В мгновение ока вся кровь в моем теле прилила к сердцу и тут же отхлынула. По лбу потекли капельки пота, губы затрепетали. Я еще крепче схватился за стол. Казалось, тело вот-вот растворится в воздухе и только глаза останутся смотреть на доктора Масаки… Моя душа, словно вызволенная из мертвой оболочки, понеслась по бескрайнему времени и пространству… Я затрясся от ужаса, предчувствуя, что вот-вот мне откроется прошлое, где я — Итиро Курэ. Сердце и легкие захлестнула набежавшая откуда-то издалека волна, рев которой отозвался в ушах.
И все же… как ни стучало сердце, как ни задыхались легкие, в душе почему-то не пробуждалось ни единого воспоминания Итиро Курэ. Все это время я твердил про себя «Итиро Курэ», но не испытывал приятного ощущения при звуке собственного имени. Как ни пытался воскресить прошлое, я снова и снова оказывался в тупике, возвращаясь к громкому удару часов среди ночи. И что бы другие там ни говорили, какие бы доказательства ни предъявляли, я не мог уверенно сказать, что являюсь Итиро Курэ.
С чувством некоторого облегчения я сделал глубокий вдох — постепенно ко мне вернулось ощущение собственного тела. Волна, объявшая сердце и легкие, начала отступать. Наконец я уселся, ощущая, как под мышками стекает холодный пот.
Доктор Масаки снова невозмутимо затянулся прямо перед моим лицом и выпустил струю лилового дыма.
— Ну что, вспомнил прошлое?
Я молча помотал головой, затем достал из кармана свежий платок и вытер пот со лба, чтобы успокоиться… Однако вокруг было так много всего непонятного, что я боялся даже пошевелиться.
— Кхе-кхем! — внезапно раздался громкий кашель доктора Масаки, и я чуть не подпрыгнул в кресле. — Раз ничего не вспомнил, я продолжу, а ты спокойно послушай.

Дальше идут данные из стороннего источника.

// columnBytes sums the segment estimates in partition order (a fixed order keeps the
// float sum deterministic). When visit is set it is called for each partition with its
// full-segment count and bytes and its partial segment's rows and bytes, so a scan can
// build its tasks from the same numbers.
func columnBytes(c schema.Column, tableRows int64, parts []Partition, segmentRows int64, memo *Smaller,
	visit func(full int64, fullBytes float64, partRows int64, partBytes float64)) (bytes float64, segments int64) {
	s := max(segmentRows, 1)
	var full int64
	fullBytes := -1.0 // computed once, on the first full segment
	var partial float64
	lastRows, lastBytes := int64(-1), 0.0
	var share groupShare // the same column and table rows throughout
	for i, p := range parts {
		r := max(p.Rows, 0)
		k, rest := r/s, r%s
		if k > 0 && fullBytes < 0 {
			fullBytes = segmentBytes(c, tableRows, s, &share)
		}
		full = satAdd(full, k)
		var rb float64
		if rest > 0 {
			switch {
			case rest == lastRows:
			case k == 0 && memo != nil:
				lastRows, lastBytes = rest, memo.of(c, tableRows, len(parts), i, rest, &share)
			default:
				lastRows, lastBytes = rest, segmentBytes(c, tableRows, rest, &share)
			}
			rb = lastBytes
			partial += rb
			segments = satAdd(segments, 1)
		}
		if visit != nil {
			visit(k, max(fullBytes, 0), rest, rb)
		}
	}
	segments = satAdd(segments, full)
	if full > 0 {
		bytes = float64(float64(full)*fullBytes) + partial
	} else {
		bytes = partial
	}
	return bytes, segments
}
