package layout

import (
	"math"
	"testing"

	"github.com/scangate/scangate/schema"
)

func daily(rows int64, days int, tiers ...schema.Tier) schema.Table {
	if len(tiers) == 0 {
		tiers = []schema.Tier{{Grain: schema.Day, Keep: days}}
	}
	return schema.Table{Name: "t", Rows: rows, Partitions: schema.Partitions{Scheme: schema.SchemeTime, Tiers: tiers},
		Routine: schema.Routine{RecentDays: 3}}
}

func TestRebuiltTimeWindow(t *testing.T) {
	// 3G rows over 730 days: 3,000,000,000 = 730 x 4,109,589 + 30, so by largest
	// remainder the 30 newest days hold 4,109,590 rows (DESIGN section 3, worked by hand).
	today := daily(3_000_000_000, 730)
	parts, err := Expand(today)
	if err != nil {
		t.Fatal(err)
	}
	w := WindowOf(today, parts)
	if w.Whole || w.Span48 != 3*48 {
		t.Fatalf("window = %+v, want 3 days", w)
	}
	got := w.Rebuilt(today, parts, 8, 1e6)
	// 3 partitions of 4,109,590 rows on 8 workers: one each, 4.10959 s.
	if got.Partitions != 3 || got.Rows != 12_328_770 || got.Days != 3 || math.Abs(got.Seconds-4.10959) > 1e-9 {
		t.Errorf("today: %+v, want 3 partitions, 12,328,770 rows, 3 days, 4.10959 s", got)
	}
	cases := []struct {
		name  string
		tiers []schema.Tier
		parts int
		rows  int64
		days  float64
	}{
		// Two years of 365.25 days hold 1.5G rows each: the routine refresh rebuilds the
		// newest year, 1,500 s at a million rows a second.
		{"2 year", []schema.Tier{{Grain: schema.Year, Keep: 2}}, 1, 1_500_000_000, 365.25},
		// Eight quarters of 365.25/4 = 91.3125 days, 375M rows each.
		{"8 quarter", []schema.Tier{{Grain: schema.Quarter, Keep: 8}}, 1, 375_000_000, 91.3125},
		// A 14-day window in front keeps the 3 days in day partitions: as today.
		{"14 day + 24 month", []schema.Tier{{Grain: schema.Day, Keep: 14}, {Grain: schema.Month, Keep: 24}}, 3, -1, 3},
		// Two days then weeks: 2 day partitions + the newest week (7 days) cover the 3 days: 3 partitions, 9 days.
		{"2 day + 104 week", []schema.Tier{{Grain: schema.Day, Keep: 2}, {Grain: schema.Week, Keep: 104}}, 3, -1, 9},
	}
	for _, c := range cases {
		spec := daily(3_000_000_000, 0, c.tiers...)
		ps, err := Expand(spec)
		if err != nil {
			t.Fatal(err)
		}
		b := w.Rebuilt(spec, ps, 8, 1e6)
		if b.Partitions != c.parts || (c.rows >= 0 && b.Rows != c.rows) || math.Abs(b.Days-c.days) > 1e-9 {
			t.Errorf("%s: %+v, want %d partitions, %d rows, %v days", c.name, b, c.parts, c.rows, c.days)
		}
		if c.rows >= 0 && math.Abs(b.Seconds-float64(c.rows)/1e6) > 1e-6 {
			t.Errorf("%s: %v s, want %v", c.name, b.Seconds, float64(c.rows)/1e6)
		}
	}
	// A single partition rebuilds everything.
	one := today
	one.Partitions = schema.Partitions{Scheme: schema.SchemeNone}
	ps, _ := Expand(one)
	if b := w.Rebuilt(one, ps, 8, 1e6); b.Partitions != 1 || b.Rows != 3_000_000_000 {
		t.Errorf("none: %+v", b)
	}
	// A window longer than the table reaches every partition.
	long := today
	long.Routine.RecentDays = 1000
	if b := WindowOf(long, parts).Rebuilt(long, parts, 8, 1e6); b.Partitions != 730 || b.Rows != 3_000_000_000 {
		t.Errorf("1,000 days of 730: %+v", b)
	}
}

func TestRebuiltRowsWindow(t *testing.T) {
	list := func(rows ...int64) schema.Table {
		s := schema.Table{Partitions: schema.Partitions{Scheme: schema.SchemeList}, Routine: schema.Routine{RecentPartitions: 2}}
		for _, r := range rows {
			s.Partitions.Items = append(s.Partitions.Items, schema.Item{Name: "x", Rows: r})
			s.Rows += r
		}
		return s
	}
	today := list(10, 20, 30, 40)
	parts, _ := Expand(today)
	w := WindowOf(today, parts)
	if w.Rows != 70 {
		t.Fatalf("window = %+v, want the last 2 partitions' 70 rows", w)
	}
	for _, c := range []struct {
		spec        schema.Table
		parts       int
		rows, first int64
	}{
		{today, 2, 70, 2},
		{list(30, 70), 1, 70, 1},     // the last two merged: one partition of the same rows
		{list(10, 50, 40), 2, 90, 1}, // 30 merged with 20: 40 + 50 = 90 rows
		{list(100), 1, 100, 0},       // one partition: everything
	} {
		ps, _ := Expand(c.spec)
		b := w.Rebuilt(c.spec, ps, 4, 10)
		if b.Partitions != c.parts || b.Rows != c.rows || int64(b.First) != c.first || b.Days != 0 {
			t.Errorf("%v: %+v, want %d partitions from %d, %d rows", c.spec.Partitions.Items, b, c.parts, c.first, c.rows)
		}
	}
	// recent_partitions of every partition or more, or none declared: the whole table.
	for _, n := range []int{0, 4, 9} {
		s := today
		s.Routine.RecentPartitions = n
		if w := WindowOf(s, parts); !w.Whole {
			t.Errorf("recent_partitions %d: %+v, want the whole table", n, w)
		}
	}
}

func TestRefreshSeconds(t *testing.T) {
	p := func(rows ...int64) []Partition {
		var out []Partition
		for _, r := range rows {
			out = append(out, Partition{Rows: r})
		}
		return out
	}
	// List scheduling (Graham 1966) of 3, 3, 2, 2, 2 s on 2 workers, each task to the
	// worker that frees first: 3 | 3, then 3+2 | 3+2, then 5+2: makespan 7.
	if got := RefreshSeconds(p(3, 3, 2, 2, 2), 2, 1); got != 7 {
		t.Errorf("makespan = %v, want 7", got)
	}
	// 1,000 equal partitions of 1M rows at 1M rows/s on 8 workers: ceil(1000/8) = 125 s.
	var many []Partition
	for range 1000 {
		many = append(many, Partition{Rows: 1_000_000})
	}
	if got := RefreshSeconds(many, 8, 1e6); got != 125 {
		t.Errorf("1,000 x 1 s on 8 = %v, want 125", got)
	}
	if RefreshSeconds(many, 8, 0) != 0 || RefreshSeconds(nil, 8, 1) != 0 || RefreshSeconds(many, 8, math.NaN()) != 0 {
		t.Error("no rate or no partitions: 0")
	}
}

func TestRebuildPeak(t *testing.T) {
	// A routine refresh keeps the model online and builds the new copy of what it
	// rebuilds beside it: 10 GiB + 1 GiB + 2 x 8,388,608 rows x 30 bytes
	// = 10,737,418,240 + 1,073,741,824 + 503,316,480 = 12,314,476,544 bytes (by hand).
	if got := RebuildPeak(10<<30, 1<<30, 2, 8<<20, 30); got != 12_314_476_544 {
		t.Errorf("RebuildPeak = %.0f, want 12,314,476,544", got)
	}
	// The full refresh is the case that rebuilds the whole model.
	if RebuildPeak(10<<30, 10<<30, 4, 8<<20, 30) != RefreshPeak(10<<30, 4, 8<<20, 30) {
		t.Error("a full rebuild should equal RefreshPeak")
	}
}

// RefreshSeconds schedules as Schedule does: the same partitions as task groups give the
// same makespan, with runs long enough to take the bulk path.
func TestRefreshSecondsAgreesWithSchedule(t *testing.T) {
	var parts []Partition
	var groups []TaskGroup
	for i, n := range []int{3, 200, 1, 50, 7} {
		rows := int64(1000 * (i + 1))
		for range n {
			parts = append(parts, Partition{Rows: rows})
		}
		groups = append(groups, TaskGroup{Count: int64(n), Ms: float64(rows) / 250})
	}
	for _, workers := range []int{1, 3, 8, 100} {
		want, _ := Schedule(groups, workers)
		if got := RefreshSeconds(parts, workers, 250); math.Abs(got-want) > 1e-9*want {
			t.Errorf("%d workers: %v s, Schedule says %v", workers, got, want)
		}
	}
}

Договорились? Ты — жертва хитрой уловки! Мой коллега, доктор Кётаро Вакабаяси, хочет, чтобы ты признал себя Итиро Курэ. Добившись желаемого, он подстроит нашу с тобой встречу. И все ради того, чтобы ты сказал, будто я самый жестокий и ужасный злодей в этом мире!
— Вы?!
— Да. Сейчас вникни, а потом спокойненько все обдумаешь и попытаешься вспомнить то, что узнал с сегодняшнего утра… Сам увидишь, тут все как дважды два…

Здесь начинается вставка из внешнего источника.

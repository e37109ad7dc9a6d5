package layout

import "math"

// Segments is ceil(rows / segmentRows): a partition's rows fill whole segments and one
// part-empty one. 0 rows → 0 segments. A segmentRows below 1 counts as 1.
func Segments(rows, segmentRows int64) int64 {
	if rows <= 0 {
		return 0
	}
	s := max(segmentRows, 1)
	n := rows / s // division first: rows + s - 1 could overflow
	if rows%s != 0 {
		n++
	}
	return n
}

// Layout is the segment layout of one table: how many segments its partitions force,
// against how many the rows alone would need.
type Layout struct {
	Partitions int
	Rows       int64
	Segments   int64   // N = sum ceil(r_p/S)
	Ideal      int64   // N* = ceil(R/S)
	Excess     int64   // N - N*
	Fill       float64 // R/(N*S), 0 when N = 0
	// The same three with the open partition left out (truncation is never blamed on it).
	ClosedSegments, ClosedIdeal, ClosedExcess int64
	FixedMs                                   float64 // N * segment_overhead_ms: fixed CPU of one full scan
}

// Compute lays parts out in segments of segmentRows rows (a segment never spans two
// partitions) and prices the fixed per-segment scan overhead. A negative or non-finite
// overheadMs counts as 0 so every result stays finite.
func Compute(parts []Partition, segmentRows int64, overheadMs float64) Layout {
	s := max(segmentRows, 1)
	if !(overheadMs >= 0) || math.IsInf(overheadMs, 0) {
		overheadMs = 0
	}
	l := Layout{Partitions: len(parts)}
	var openRows, openSegs int64
	for _, p := range parts {
		r := max(p.Rows, 0)
		n := Segments(r, s)
		l.Rows = satAdd(l.Rows, r)
		l.Segments = satAdd(l.Segments, n)
		if p.Open {
			openRows = satAdd(openRows, r)
			openSegs = satAdd(openSegs, n)
		}
	}
	l.Ideal = Segments(l.Rows, s)
	l.Excess = l.Segments - l.Ideal
	if l.Segments > 0 {
		l.Fill = float64(l.Rows) / (float64(l.Segments) * float64(s))
	}
	l.ClosedSegments = l.Segments - openSegs
	l.ClosedIdeal = Segments(l.Rows-openRows, s)
	l.ClosedExcess = l.ClosedSegments - l.ClosedIdeal
	l.FixedMs = float64(l.Segments) * overheadMs
	return l
}

// satAdd adds two non-negative counts, stopping at MaxInt64 instead of wrapping, so a
// list of huge items cannot turn a row total negative.
func satAdd(a, b int64) int64 {
	if a > math.MaxInt64-b {
		return math.MaxInt64
	}
	return a + b
}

Доктор Масаки снова откашлялся, приняв серьезный вид. Он откинулся в кресле и выпустил несколько струек дыма, затем повернулся к календарю, который висел у печки.
— Ладно, скажу сразу: сегодня двадцатое октября 1926 года. Понял? Еще раз повторяю: сегодня двадцатое октября 1926 года… Как и написано в завещании, это день, следующий за девятнадцатым октября, когда Итиро Курэ внезапно пришел в «Клинику свободного лечения» и стоя наблюдал, как Гисаку Хатимаки орудует мотыгой. Посмотри на календарь: October 19. Это вчерашняя дата. Накануне я был так занят, что позабыл оторвать листочек. Это доказывает, что я сидел здесь всю ночь над завещанием… Понятно тебе? А теперь посмотри на электрические часы над моей головой. Они показывают 10:13. Точь-в-точь как на моих наручных часах! Значит, с сегодняшнего утра, когда я дописал завещание и задремал, прошло едва ли пять часов… И если ты присовокупишь это обстоятельство к тому факту, что чернила в конце завещания еще свежие, то поймешь, что ничего странного тут нет. Согласен? Заруби себе это на носу, если не хочешь опять оказаться в ловушке.